In 2021, the Trinamool painted itself as a nativist force while the BJP was a party of bohiragotos (outsiders) and Borgis (as people in the state remember the Maratha raiders who led a destructive invasion of Bengal in the 18th century).

Much of this actually had little effect on the ground, Scroll.in found. Nationalisms take decades to be “imagined” bottom up. But it did provide the Trinamool a coherent media narrative when taking on the BJP’s Hindutva.

This worked so well that at one point, Amit Shah was even forced to clarify that a Gujarati would not form the government in Bengal but that it would consist of Bengalis.

BJP’s Covid mismanagement

The Election Commission decided on an eight-phase election in West Bengal – the longest state polls in India’s history. Much of this was seen as helping the BJP, given it would allow extensive deployment of Central paramilitary troops in order to cancel, to some extent, the Trinamool’s organizational advantage.

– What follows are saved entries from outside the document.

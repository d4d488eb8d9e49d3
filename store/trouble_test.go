package store

import (
	"bytes"
	"context"
	"errors"
	"math/rand/v2"
	"os"
	"path/filepath"
	"strings"
	"testing"

	"ringbook/snubber"
)

// TestDiskFull lets SQLite's own bound on the file's size stand for the disk's.
func TestDiskFull(t *testing.T) {
	lb := openTemp(t)
	mustAdd(t, lb, example())
	bound := func(pages string) {
		w := <-lb.turn
		if _, err := w.conn.ExecContext(t.Context(), "PRAGMA max_page_count = "+pages); err != nil {
			t.Error(err)
		}
		lb.turn <- w
	}
	bound("1") // the least SQLite allows: as many as there are
	n, err := lb.AddAll(t.Context(), many(1000), nil)
	if n != 0 || !errors.Is(err, ErrFull) || !strings.Contains(err.Error(), "make room") {
		t.Errorf("AddAll on a full disk: %d, %v", n, err)
	}
	if n := len(collect(t, lb, Scope{})); n != 1 {
		t.Errorf("%d trials, want 1", n)
	}
	bound("1000000")
	mustAdd(t, lb, example())
}

// TestDamagedRows overwrites the pages behind the schema: the file opens, and reading it says so.
func TestDamagedRows(t *testing.T) {
	path := filepath.Join(t.TempDir(), "ringbook.db")
	lb, err := Open(t.Context(), path)
	if err != nil {
		t.Fatal(err)
	}
	if _, err := lb.AddAll(t.Context(), many(2000), nil); err != nil {
		t.Fatal(err)
	}
	if err := lb.Close(); err != nil {
		t.Fatal(err)
	}
	data, err := os.ReadFile(path)
	if err != nil {
		t.Fatal(err)
	}
	copy(data[len(data)/2:], bytes.Repeat([]byte{0xA5}, len(data)))
	if err := os.WriteFile(path, data, 0o644); err != nil {
		t.Fatal(err)
	}
	lb, err = Open(t.Context(), path)
	if err != nil {
		t.Fatal(err)
	}
	defer lb.Close()
	n := 0
	var last error
	for _, err := range lb.Trials(t.Context(), Scope{}) {
		n++
		last = err
	}
	if !errors.Is(last, ErrDamaged) || !strings.Contains(last.Error(), "backup") {
		t.Errorf("after %d trials: %v", n, last)
	}
}

// TestFlippedBytes changes a few bytes anywhere: whatever comes back, it comes back as an error or as trials.
func TestFlippedBytes(t *testing.T) {
	dir := t.TempDir()
	path := filepath.Join(dir, "ringbook.db")
	lb, err := Open(t.Context(), path)
	if err != nil {
		t.Fatal(err)
	}
	if _, err := lb.AddAll(t.Context(), many(100), nil); err != nil {
		t.Fatal(err)
	}
	if err := lb.Close(); err != nil {
		t.Fatal(err)
	}
	sound, err := os.ReadFile(path)
	if err != nil {
		t.Fatal(err)
	}
	failed := 0
	n := rounds(t, 40)
	for i := range n {
		random := rand.New(rand.NewPCG(uint64(i), 1))
		data := bytes.Clone(sound)
		for range 1 + random.IntN(20) {
			data[random.IntN(len(data))] ^= byte(1 + random.IntN(255))
		}
		flipped := filepath.Join(dir, "flipped.db")
		if err := os.WriteFile(flipped, data, 0o644); err != nil {
			t.Fatal(err)
		}
		if !usable(t.Context(), flipped) {
			failed++
		}
		os.Remove(flipped + "-wal")
		os.Remove(flipped + "-shm")
	}
	t.Logf("%d of %d damaged files refused something", failed, n)
}

// usable opens, reads, writes and strikes.
func usable(ctx context.Context, path string) bool {
	lb, err := Open(ctx, path)
	if err != nil {
		return false
	}
	defer lb.Close()
	for _, err := range lb.Trials(ctx, Scope{IncludeStruck: true}) {
		if err != nil {
			return false
		}
	}
	id, err := lb.Add(ctx, example())
	if err != nil {
		return false
	}
	_, err = lb.Boards(ctx)
	return err == nil && lb.Strike(ctx, id, "damaged file") == nil
}

func TestAddAllStopsWhenAsked(t *testing.T) {
	lb := openTemp(t)
	ctx, cancel := context.WithCancel(t.Context())
	var told []int
	n, err := lb.AddAll(ctx, many(5000), func(n int) {
		if told = append(told, n); n == 3000 {
			cancel()
		}
	})
	if n != 0 || !errors.Is(err, context.Canceled) || len(told) != 3 || told[0] != 1000 {
		t.Errorf("%d, %v, progress %v", n, err, told)
	}
	if n := len(collect(t, lb, Scope{})); n != 0 {
		t.Errorf("%d trials logged", n)
	}
	if n, err := lb.AddAll(t.Context(), many(2), nil); n != 2 || err != nil {
		t.Errorf("afterwards: %d, %v", n, err)
	}
}

func TestAPanicInTheSequenceLeavesTheLogbookUsable(t *testing.T) {
	lb := openTemp(t)
	func() {
		defer func() {
			if recover() == nil {
				t.Error("the panic was swallowed")
			}
		}()
		lb.AddAll(t.Context(), func(yield func(snubber.Trial, error) bool) {
			yield(example(), nil)
			panic("the caller's own fault")
		}, nil)
	}()
	mustAdd(t, lb, example())
	if n := len(collect(t, lb, Scope{})); n != 1 {
		t.Errorf("%d trials, want 1", n)
	}
}

func TestUseAfterClose(t *testing.T) {
	lb := openTemp(t)
	if err := errors.Join(lb.Close(), lb.Close()); err != nil {
		t.Fatal(err)
	}
	if _, err := lb.Add(t.Context(), example()); err == nil || !strings.Contains(err.Error(), "closed") {
		t.Errorf("Add: %v", err)
	}
	for _, err := range lb.Trials(t.Context(), Scope{}) {
		if err == nil || !strings.Contains(err.Error(), "closed") {
			t.Errorf("Trials: %v", err)
		}
	}
}
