//go:build unix

package store

import (
	"os"
	"os/exec"
	"path/filepath"
	"strings"
	"syscall"
	"testing"
)

// TestReadOnly looks at write-protected files and folders as a user they do not belong to: as root, nothing is protected.
func TestReadOnly(t *testing.T) {
	root, err := os.MkdirTemp("", "readonly")
	if err != nil {
		t.Fatal(err)
	}
	t.Cleanup(func() { os.RemoveAll(root) })
	if err := os.Chmod(root, 0o755); err != nil {
		t.Fatal(err)
	}
	program := filepath.Join(root, "program")
	data, err := os.ReadFile(os.Args[0])
	if err != nil {
		t.Fatal(err)
	}
	if err := os.WriteFile(program, data, 0o755); err != nil {
		t.Fatal(err)
	}
	asNobody := func(path, work string) string {
		cmd := exec.Command(program)
		cmd.Dir = "/"
		cmd.Env = append(os.Environ(), childFile+"="+path, childWork+"="+work)
		if os.Getuid() == 0 {
			cmd.SysProcAttr = &syscall.SysProcAttr{Credential: &syscall.Credential{Uid: 65534, Gid: 65534}}
		}
		out, _ := cmd.CombinedOutput()
		return strings.TrimSpace(string(out))
	}
	for _, c := range []struct {
		name         string
		folder, file os.FileMode
		open, read   string
	}{
		{"both writable", 0o777, 0o666, "", "3 trials"},
		{"file read-only", 0o777, 0o444, "ead-only; make", "3 trials"},
		{"folder read-only", 0o555, 0o666, "ead-only; make", "3 trials"},
		{"both read-only", 0o555, 0o444, "ead-only; make", "3 trials"},
		{"file not readable", 0o755, 0o000, "may write", "may write"},
		{"no file, folder read-only", 0o555, 0, "cannot be opened", "no logbook in that place"},
	} {
		t.Run(c.name, func(t *testing.T) {
			folder := filepath.Join(root, strings.ReplaceAll(c.name, " ", "_"))
			if err := os.Mkdir(folder, 0o777); err != nil {
				t.Fatal(err)
			}
			path := filepath.Join(folder, "ringbook.db")
			if !strings.HasPrefix(c.name, "no file") {
				lb, err := Open(t.Context(), path)
				if err != nil {
					t.Fatal(err)
				}
				if _, err := lb.AddAll(t.Context(), many(3), nil); err != nil {
					t.Fatal(err)
				}
				lb.Close()
				if err := os.Chmod(path, c.file); err != nil {
					t.Fatal(err)
				}
			}
			if err := os.Chmod(folder, c.folder); err != nil {
				t.Fatal(err)
			}
			for work, want := range map[string]string{"look": c.open, "read": c.read} {
				got := asNobody(path, work)
				if (want == "") != (got == "") || !strings.Contains(got, want) || strings.Contains(got, "\n") {
					t.Errorf("%s: %q; want %q", work, got, want)
				}
			}
		})
	}
}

However, things did not pan out exactly as planned. From mid-March, Covid-19 cases started rising exponentially in India as it headed into its second wave – the deadliest coronavirus outbreak in the world.

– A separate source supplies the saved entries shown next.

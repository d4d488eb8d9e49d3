package store

import (
	"os"
	"path/filepath"
	"strconv"
	"strings"
	"testing"
	"time"
)

// BenchmarkImportMillion is trial import's inner job at 10^6 rows: CSV read and logged in one transaction. It is skipped
// unless RINGBOOK_MILLION is set.
func BenchmarkImportMillion(b *testing.B) {
	rows, _ := strconv.Atoi(os.Getenv("RINGBOOK_MILLION"))
	if rows == 0 {
		b.Skip("set RINGBOOK_MILLION to a number of rows, such as 1000000")
	}
	path := filepath.Join(b.TempDir(), "trials.csv")
	out, err := os.Create(path)
	if err != nil {
		b.Fatal(err)
	}
	if _, err := WriteCSV(out, many(rows)); err != nil {
		b.Fatal(err)
	}
	if err := out.Close(); err != nil {
		b.Fatal(err)
	}
	for b.Loop() {
		lb := openTemp(b)
		in, err := os.Open(path)
		if err != nil {
			b.Fatal(err)
		}
		if n, err := lb.AddAll(b.Context(), ReadCSV(in), nil); n != rows || err != nil {
			b.Fatal(n, err)
		}
		in.Close()
		b.StopTimer()
		start, n := time.Now(), 0
		for _, err := range lb.Trials(b.Context(), Scope{}) {
			if err != nil {
				b.Fatal(err)
			}
			n++
		}
		b.ReportMetric(float64(n)/time.Since(start).Seconds(), "read/s")
		start = time.Now()
		again, err := Open(b.Context(), lb.Path())
		if err != nil {
			b.Fatal(err)
		}
		b.ReportMetric(time.Since(start).Seconds()*1000, "ms-to-open")
		again.Close()
		start = time.Now()
		if last := collect(b, lb, Scope{Limit: 1}); len(last) != 1 {
			b.Fatal(last)
		} else if _, err := lb.Trial(b.Context(), ShortID(last[0].ID)); err != nil {
			b.Fatal(err)
		}
		b.ReportMetric(time.Since(start).Seconds()*1000, "ms-to-latest-and-by-id")
		b.StartTimer()
	}
	b.ReportMetric(float64(rows*b.N)/b.Elapsed().Seconds(), "trials/s")
	b.ReportMetric(peakMemory(), "peak-MB")
}

// peakMemory is the most memory this process has had, in MB, where Linux tells it.
func peakMemory() float64 {
	status, _ := os.ReadFile("/proc/self/status")
	for line := range strings.Lines(string(status)) {
		if kb, ok := strings.CutPrefix(line, "VmHWM:"); ok {
			n, _ := strconv.ParseFloat(strings.TrimSpace(strings.TrimSuffix(strings.TrimSpace(kb), "kB")), 64)
			return n / 1000
		}
	}
	return 0
}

In spite of this, Modi and Shah continued to spend much of their time canvassing in West Bengal rather than fulfil their duty to manage collapsing health systems in places like Delhi, Uttar Pradesh and Gujarat. This had a negative effect on both the image of Modi as a selfless leader as well as the BJP as a party of development.

Even worse was when Modi and Shah stopped campaigning. The fledgling BJP Bengal unit needed the central unit of the party. This is why Modi-Shah had taken such a huge political risk in continuing to campaign even as cases raged in Delhi.

Without them, the BJP campaign was badly hit. Even worse, the Trinamool took advantage of the chaos in the BJP to press home its organizational advantage, violently disturbing the vote in many locations in the final phase as part of its strategy of “khela hobe” – game on.

Unsurprisingly, the Trinamool has performed excellently in the last two phases.